For someone with limited musical horizons, who is as allergic to rock as his friends are to reggae, I first had to look up who Steve Mason is. Okay, now I know, he's a Scottish rock musician with close ties to trip hop and folk. Highly praised, enthusiastically celebrated and totally hip. How nice that he with “Ghosts Outside” (Domino), the Dub-Version of his 2010 album "Boys Outside", now draws mainstream attention to our beautiful, small, dear genre.

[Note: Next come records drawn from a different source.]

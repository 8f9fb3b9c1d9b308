//! `bandwarden collect`: gather what the sites of a monitoring network publish into one JSON
//! Lines file per site and/or a database ([`crate::net::collect`]), until Ctrl-C or SIGTERM.

use crate::cli::CollectConfig;
use crate::messages::note;
use crate::net::collect::Collector;
use crate::net::metrics::collect::CollectMetrics;
use crate::net::subscribe::collect;
use crate::pipeline::stop::Escalation;
use crate::pipeline::StopSignals;
use crate::store::write::{Batch, Writer};
use anyhow::Result;
use std::process::ExitCode;

pub fn run(cfg: CollectConfig) -> Result<ExitCode> {
    let db = match &cfg.db {
        Some(url) => Some(Writer::new(crate::store::open(url)?, Batch::default())),
        None => None,
    };
    let mut collector = Collector::open(cfg.out.as_deref(), db)?;
    let metrics = cfg.metrics.map(CollectMetrics::serve).transpose()?;
    if let Some(m) = &metrics {
        note(&format!("metrics at http://{}/metrics", m.addr()));
        collector = collector.with_metrics(m.gauges.clone());
    }
    let signals = StopSignals::install(false, Escalation::SecondSignalExits)?;
    let stopped = || signals.reason().is_some();
    let into: Vec<String> = cfg
        .out
        .iter()
        .map(|o| o.display().to_string())
        .chain(cfg.db.iter().map(|d| d.shown()))
        .collect();
    note(&format!(
        "collecting {} from {}:{} into {}",
        cfg.broker.collect_filter(),
        cfg.broker.host,
        cfg.broker.port,
        into.join(" and ")
    ));
    let result = collect(&cfg.broker, &cfg.client_id, &mut collector, &stopped, &mut |n| note(&n));
    let committed = collector.commit(true);
    collector.sync();
    note(&format!(
        "wrote {} records; dropped {} copies and {} messages that were not records",
        collector.written, collector.duplicates, collector.malformed
    ));
    for (site, run, from, to) in collector.holes() {
        note(&format!(
            "site {site}, run {run}: records {from}..{} never arrived; {} requests to the site went unanswered (its local log has them)",
            to - 1,
            collector.asks(&site, &run)
        ));
    }
    for silent in collector.silent_sites(std::time::Instant::now()) {
        note(&silent.note());
    }
    result?;
    committed?;
    Ok(ExitCode::SUCCESS)
}
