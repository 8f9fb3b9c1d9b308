//! `bandwarden report`: summarise occupancy logs (see [`crate::output::summary`] for how they
//! are read and summed) as a table, CSV or JSON on standard output, and optionally a heat map.

use crate::cli::report::ReportFormat;
use crate::cli::ReportConfig;
use crate::messages::{note, notes, sanitize};
use crate::output::picture::heatmap::{draw_heatmap, grid, Columns};
use crate::output::sink;
use crate::output::summary::table::{to_csv, to_json, to_table};
use crate::output::summary::{LogSummary, Seen};
use anyhow::{bail, Context, Result};
use std::io::{BufReader, Write};
use std::process::ExitCode;

pub fn run(cfg: ReportConfig) -> Result<ExitCode> {
    let mut summary = LogSummary::default();
    let mut seen = Seen::default();
    for path in &cfg.logs {
        let shown = sanitize(path);
        let file = std::fs::File::open(path)
            .with_context(|| format!("cannot open the log '{shown}'; check the path"))?;
        summary
            .read(path, BufReader::new(file), &mut seen)
            .with_context(|| format!("cannot read the log '{shown}'"))?;
    }
    if summary.channels.is_empty() {
        bail!(
            "no interval or emission records in {}; report reads the JSON Lines written by `bandwarden log` (not its --csv form)",
            cfg.logs.iter().map(|l| format!("'{}'", sanitize(l))).collect::<Vec<_>>().join(", ")
        );
    }
    let text = match cfg.format {
        ReportFormat::Table => to_table(&summary),
        ReportFormat::Csv => to_csv(&summary),
        ReportFormat::Json => format!("{}\n", to_json(&summary)),
    };
    if cfg.format != ReportFormat::Table {
        notes(&summary.notes);
    }
    let mut out = sink::open("-", false, "report")?.out;
    out.write_all(text.as_bytes())?;
    out.flush()?;
    if let Some(png) = &cfg.png {
        let what = match grid(&summary).columns {
            Columns::HourOfDay => "by UTC hour of day",
            Columns::HourFromStart => "by hour from the start of the run",
            Columns::Day => "by UTC day",
        };
        let sites = if summary.sites.len() > 1 {
            format!(", sites {}", summary.sites.join(", "))
        } else {
            summary.sites.first().map_or(String::new(), |s| format!(", {s}"))
        };
        let title = cfg.title.clone().unwrap_or_else(|| format!("Channel occupancy {what}{sites}"));
        let bytes = draw_heatmap(&summary, cfg.map, &title)?;
        let mut f = sink::open(png, false, "heat map")?.out;
        f.write_all(&bytes)?;
        f.flush()?;
        note(&format!("wrote {}", sanitize(png)));
    }
    Ok(ExitCode::SUCCESS)
}
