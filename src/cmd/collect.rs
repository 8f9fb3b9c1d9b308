//! `bandwarden collect`: gather what the sites of a monitoring network publish into one JSON
//! Lines file per site ([`crate::net::collect`]), until Ctrl-C or SIGTERM.

use crate::cli::CollectConfig;
use crate::messages::note;
use crate::net::collect::Collector;
use crate::net::metrics::collect::CollectMetrics;
use crate::net::subscribe::collect;
use crate::pipeline::stop::Escalation;
use crate::pipeline::StopSignals;
use anyhow::Result;
use std::process::ExitCode;

pub fn run(cfg: CollectConfig) -> Result<ExitCode> {
    let mut collector = Collector::new(&cfg.out)?;
    let metrics = cfg.metrics.map(CollectMetrics::serve).transpose()?;
    if let Some(m) = &metrics {
        note(&format!("metrics at http://{}/metrics", m.addr()));
        collector = collector.with_metrics(m.gauges.clone());
    }
    let signals = StopSignals::install(false, Escalation::SecondSignalExits)?;
    let stopped = || signals.reason().is_some();
    note(&format!(
        "collecting {} from {}:{} into {}",
        cfg.broker.collect_filter(),
        cfg.broker.host,
        cfg.broker.port,
        cfg.out.display()
    ));
    let result = collect(&cfg.broker, &cfg.client_id, &mut collector, &stopped, &mut |n| note(&n));
    collector.sync();
    note(&format!(
        "wrote {} records; dropped {} copies and {} messages that were not records",
        collector.written, collector.duplicates, collector.malformed
    ));
    for (site, run, from, to) in collector.holes() {
        note(&format!(
            "site {site}, run {run}: records {from}..{} never arrived; {} requests to the site went unanswered (its local log has them)",
            to - 1,
            collector.asks(&site, &run)
        ));
    }
    for silent in collector.silent_sites(std::time::Instant::now()) {
        note(&silent.note());
    }
    result?;
    Ok(ExitCode::SUCCESS)
}
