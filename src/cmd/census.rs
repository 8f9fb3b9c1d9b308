//! `bandwarden census`: every emitter in the band, found without a plan.
//!
//! The pipeline turns blocks into rows (one measurement sample each, as `log` uses); the census
//! ([`crate::measure::census`]) detects, tracks and groups emissions row by row. When the input
//! ends, or on SIGINT/SIGTERM for live input, the inventory is printed (table or JSON) and, with
//! `--plan-out`, written as a channel plan. A second signal during the wind-down exits at once.
//!
//! The SigMF outputs are those of `log`: `--record` tees the input, `--annotate` writes every
//! emission (labelled with its emitter's name) when the census ends, `--capture` saves each
//! emission's IQ as it happens (named from its detected centre, as emitters are named; the JSON
//! output lists the capture records).

use super::sigmf_out::{annotated_note, SigmfOutputs, SigmfRequest};
use crate::cli::CensusConfig;
use crate::measure::census::{Census, CensusSettings};
use crate::measure::occupancy::DEFAULT_INTERVAL_S;
use crate::messages::{note, notes};
use crate::output::census::{capture_list, to_json_value, to_plan, to_table, CensusConsumer};
use crate::output::log::occupancy::SideRecords;
use crate::output::progress::{Progress, StatusLine};
use crate::output::sigmf::capture::Triggers;
use crate::output::sigmf::write as sigmf_write;
use crate::output::sink;
use crate::pipeline::input::unattended_options;
use crate::pipeline::occupancy::{OccupancyRequest, OccupancySetup};
use crate::pipeline::stop::Escalation;
use crate::pipeline::{run_input, Consumer, Input, Run, RunSpec, StopSignals};
use crate::plan::{Plan, DEFAULT_THRESHOLD_DB};
use crate::source::{self, sanitize};
use anyhow::{bail, Result};
use std::io::Write;
use std::process::ExitCode;

/// Most signals taken from one row, and most emitters kept.
const MAX_SIGNALS: usize = 64;
const MAX_EMITTERS: usize = 256;

pub fn run(cfg: CensusConfig) -> Result<ExitCode> {
    let mut opened = Vec::new();
    let src = source::open(&cfg.input, &mut opened)?;
    notes(&opened);
    let info = src.info().clone();
    let request = OccupancyRequest {
        dwell_s: cfg.dwell_s,
        threshold_db: DEFAULT_THRESHOLD_DB,
        interval_s: DEFAULT_INTERVAL_S,
        hang_s: cfg.hang_s,
    };
    let setup = OccupancySetup::new(&info, &cfg.dsp, &Plan::default(), &request)?;
    let inputs = cfg.input.files();
    if let Some(out) = &cfg.plan_out {
        sink::refuse_overwrite(out, "--plan-out", &inputs)?;
    }
    let settings = CensusSettings {
        detection: cfg.detection,
        timing: setup.timing.clone(),
        hang_rows: setup.timing.hang_samples as u32,
        max_signals: MAX_SIGNALS,
        max_emitters: MAX_EMITTERS,
    };
    let spec = RunSpec::new(info.clone(), setup.engine.clone(), cfg.dsp.threads);
    spec.check_work()?;

    let signals = StopSignals::install(false, Escalation::SecondSignalExits)?;
    let (opts, total) = unattended_options(&info, cfg.seconds, false);
    let side = SideRecords::default();
    // The census writes its own annotations (labelled with the emitters' names).
    let sigmf_request = SigmfRequest { annotate: None, ..SigmfRequest::of(&cfg.sigmf, false) };
    let mut sigmf_out = SigmfOutputs::new(
        sigmf_request,
        &cfg.input,
        &info,
        &Plan::default(),
        &inputs,
        opts.block_len,
        side.clone(),
    )?;
    let mut census = CensusConsumer::new(Census::new(settings));
    if let Some(path) = &cfg.sigmf.annotate {
        census =
            census.with_annotations(sigmf_out.annotation_writer(path, &cfg.input, &info, &inputs)?);
    }
    if let Some(captures) = sigmf_out.captures.take() {
        let triggers = Triggers::default();
        census = census.with_triggers(triggers.clone());
        sigmf_out.captures = Some(captures.with_triggers(triggers));
    }
    let mut status = StatusLine::new(cfg.progress, info.live, Vec::new(), info.sample_rate_hz);
    let total = total.filter(|_| !status.enabled());
    let mut progress = Progress::for_file(total, info.sample_rate_hz);
    let input = Input::start(src, opts);
    // The recording first (annotations of a recording read its finished metadata); the
    // captures after the census that triggers them.
    let mut consumers: Vec<&mut dyn Consumer> = vec![&mut progress, &mut status];
    if let Some(r) = sigmf_out.recorder.as_mut() {
        consumers.push(r);
    }
    consumers.push(&mut census);
    if let Some(c) = sigmf_out.captures.as_mut() {
        consumers.push(c);
    }
    let outcome = run_input(input, Run::new(spec, consumers), Some(&signals))?;
    if outcome.end.reason.is_signal() {
        note(&format!(
            "stopped by {}; the census covers the input read so far",
            signals.signal_name()
        ));
    }
    if let Some(issues) = &outcome.issues {
        notes(&issues.notes());
    }
    outcome.check(&info.label)?;
    if outcome.end.dropped_samples > 0 {
        note(&format!(
            "{} input samples were dropped because processing fell behind; emissions across those gaps were cut",
            outcome.end.dropped_samples
        ));
    }
    sigmf_out.report()?;
    if let (Some(s), Some(path)) = (&census.annotated, &cfg.sigmf.annotate) {
        annotated_note(s, &sigmf_write::pair(path).map_err(anyhow::Error::msg)?.0);
    }
    let Some(result) = census.result() else {
        bail!(
            "the input '{}' is shorter than one measurement sample ({:.1} ms); nothing to count",
            sanitize(&info.label),
            setup.dwell_s() * 1e3
        );
    };
    let text = if cfg.json {
        let mut v = to_json_value(result);
        if cfg.sigmf.capture.is_some() {
            v["captures"] = capture_list(&side);
        }
        format!("{v}\n")
    } else {
        to_table(result, &sanitize(&info.label))
    };
    let mut out = sink::open("-", false, "census")?.out;
    out.write_all(text.as_bytes())?;
    out.flush()?;
    if let Some(path) = &cfg.plan_out {
        let mut file = sink::open(path, false, "plan")?.out;
        file.write_all(to_plan(result, &sanitize(&info.label)).as_bytes())?;
        file.flush()?;
    }
    Ok(ExitCode::SUCCESS)
}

The responsibility for the VerdubHe put the practice into the hands of Dennis Bovell, whereupon this giant man first deleted (almost) everything from the original tracks and replaced them with reggae-skank pianos, reggae shuffle organs, reggae rhythm guitars and of course reggae Has replaced basslines. I can vividly imagine how Mason and Bovell spent hours negotiating how much of the original footage should be left. The result is clearly a reggaeDub-Album, but the origin of a foreign genre can be clearly heard. Apart from Mason's idiosyncratic and latently annoying falsetto singing, which is faded in every now and then, the hybrid of reggae and rock is very harmonious. Despite his supposed radical cure, Bovell went to work with great care and tried to maintain the idiosyncratic melancholy mood of the original work. TripDub you could call it and be remotely reminiscent of Mad Professor's reinterpretation of Massive Attacks "Protection". Yes, that fits.